§ DATA FOR THE TASK
####################

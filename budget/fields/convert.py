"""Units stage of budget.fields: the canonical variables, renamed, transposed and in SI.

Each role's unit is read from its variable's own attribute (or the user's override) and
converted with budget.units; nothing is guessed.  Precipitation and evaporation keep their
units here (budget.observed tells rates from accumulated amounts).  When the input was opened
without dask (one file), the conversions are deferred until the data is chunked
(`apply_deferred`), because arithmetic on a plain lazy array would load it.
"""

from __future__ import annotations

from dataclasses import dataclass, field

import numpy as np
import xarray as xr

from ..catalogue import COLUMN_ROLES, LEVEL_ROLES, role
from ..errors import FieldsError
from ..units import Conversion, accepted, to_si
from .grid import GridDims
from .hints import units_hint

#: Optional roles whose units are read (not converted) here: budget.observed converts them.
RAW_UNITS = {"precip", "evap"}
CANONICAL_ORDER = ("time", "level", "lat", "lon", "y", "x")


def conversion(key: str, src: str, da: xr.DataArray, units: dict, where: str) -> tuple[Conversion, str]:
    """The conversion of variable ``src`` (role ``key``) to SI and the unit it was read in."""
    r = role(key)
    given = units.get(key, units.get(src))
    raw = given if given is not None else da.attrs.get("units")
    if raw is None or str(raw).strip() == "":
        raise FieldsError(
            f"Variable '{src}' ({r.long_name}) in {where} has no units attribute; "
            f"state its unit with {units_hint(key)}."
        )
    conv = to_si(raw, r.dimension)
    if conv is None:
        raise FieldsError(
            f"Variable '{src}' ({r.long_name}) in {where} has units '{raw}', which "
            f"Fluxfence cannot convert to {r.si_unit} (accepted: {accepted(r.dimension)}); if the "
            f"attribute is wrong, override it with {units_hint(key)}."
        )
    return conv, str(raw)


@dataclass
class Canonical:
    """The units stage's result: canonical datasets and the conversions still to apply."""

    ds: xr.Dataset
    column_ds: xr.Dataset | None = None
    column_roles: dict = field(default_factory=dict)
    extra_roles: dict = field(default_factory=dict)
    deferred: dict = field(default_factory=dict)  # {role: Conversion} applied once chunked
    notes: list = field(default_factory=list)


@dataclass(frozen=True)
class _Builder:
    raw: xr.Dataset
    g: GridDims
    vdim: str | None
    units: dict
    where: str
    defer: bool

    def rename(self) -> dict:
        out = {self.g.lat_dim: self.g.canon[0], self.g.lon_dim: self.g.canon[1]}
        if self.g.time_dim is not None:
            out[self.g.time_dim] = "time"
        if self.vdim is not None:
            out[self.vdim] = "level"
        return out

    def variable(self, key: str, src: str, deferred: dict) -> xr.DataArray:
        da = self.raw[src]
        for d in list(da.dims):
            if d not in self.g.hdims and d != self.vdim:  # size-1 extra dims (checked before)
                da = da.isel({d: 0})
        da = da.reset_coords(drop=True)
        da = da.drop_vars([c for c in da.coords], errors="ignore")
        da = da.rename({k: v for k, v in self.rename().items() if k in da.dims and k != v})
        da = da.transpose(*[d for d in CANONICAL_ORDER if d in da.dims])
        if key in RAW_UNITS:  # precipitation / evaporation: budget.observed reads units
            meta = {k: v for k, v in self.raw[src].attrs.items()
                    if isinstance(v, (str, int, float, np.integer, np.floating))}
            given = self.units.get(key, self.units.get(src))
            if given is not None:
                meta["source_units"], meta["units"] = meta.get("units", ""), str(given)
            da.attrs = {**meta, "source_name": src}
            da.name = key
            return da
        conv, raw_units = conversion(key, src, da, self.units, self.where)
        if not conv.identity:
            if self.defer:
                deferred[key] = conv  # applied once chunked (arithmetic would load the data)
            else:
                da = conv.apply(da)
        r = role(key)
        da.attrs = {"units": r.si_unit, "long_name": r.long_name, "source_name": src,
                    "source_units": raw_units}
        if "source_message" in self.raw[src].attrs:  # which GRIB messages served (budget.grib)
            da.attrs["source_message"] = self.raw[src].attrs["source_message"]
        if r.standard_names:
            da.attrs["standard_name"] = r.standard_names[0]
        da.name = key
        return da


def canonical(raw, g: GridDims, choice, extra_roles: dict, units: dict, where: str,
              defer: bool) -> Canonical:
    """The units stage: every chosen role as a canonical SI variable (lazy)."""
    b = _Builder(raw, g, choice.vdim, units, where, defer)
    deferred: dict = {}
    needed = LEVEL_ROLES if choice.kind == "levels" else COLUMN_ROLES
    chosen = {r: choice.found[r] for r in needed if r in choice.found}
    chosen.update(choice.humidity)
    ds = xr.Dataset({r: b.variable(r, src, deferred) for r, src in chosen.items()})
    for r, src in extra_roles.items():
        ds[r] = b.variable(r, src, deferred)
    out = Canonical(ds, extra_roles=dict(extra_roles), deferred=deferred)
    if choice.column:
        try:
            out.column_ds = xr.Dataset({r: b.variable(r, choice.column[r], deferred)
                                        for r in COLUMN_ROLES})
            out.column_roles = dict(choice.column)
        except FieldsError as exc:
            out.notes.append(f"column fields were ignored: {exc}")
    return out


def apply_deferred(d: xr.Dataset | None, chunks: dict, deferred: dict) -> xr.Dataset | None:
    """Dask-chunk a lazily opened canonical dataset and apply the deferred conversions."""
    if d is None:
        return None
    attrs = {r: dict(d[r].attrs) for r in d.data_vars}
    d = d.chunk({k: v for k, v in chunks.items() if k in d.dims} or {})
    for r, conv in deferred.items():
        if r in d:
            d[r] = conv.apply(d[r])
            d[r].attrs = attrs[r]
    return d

####################

§ WORK REQUIRED
Scan the records above, count the lines with "once" in them, and give only the number.

§ OUTPUT FOR THIS TASK
2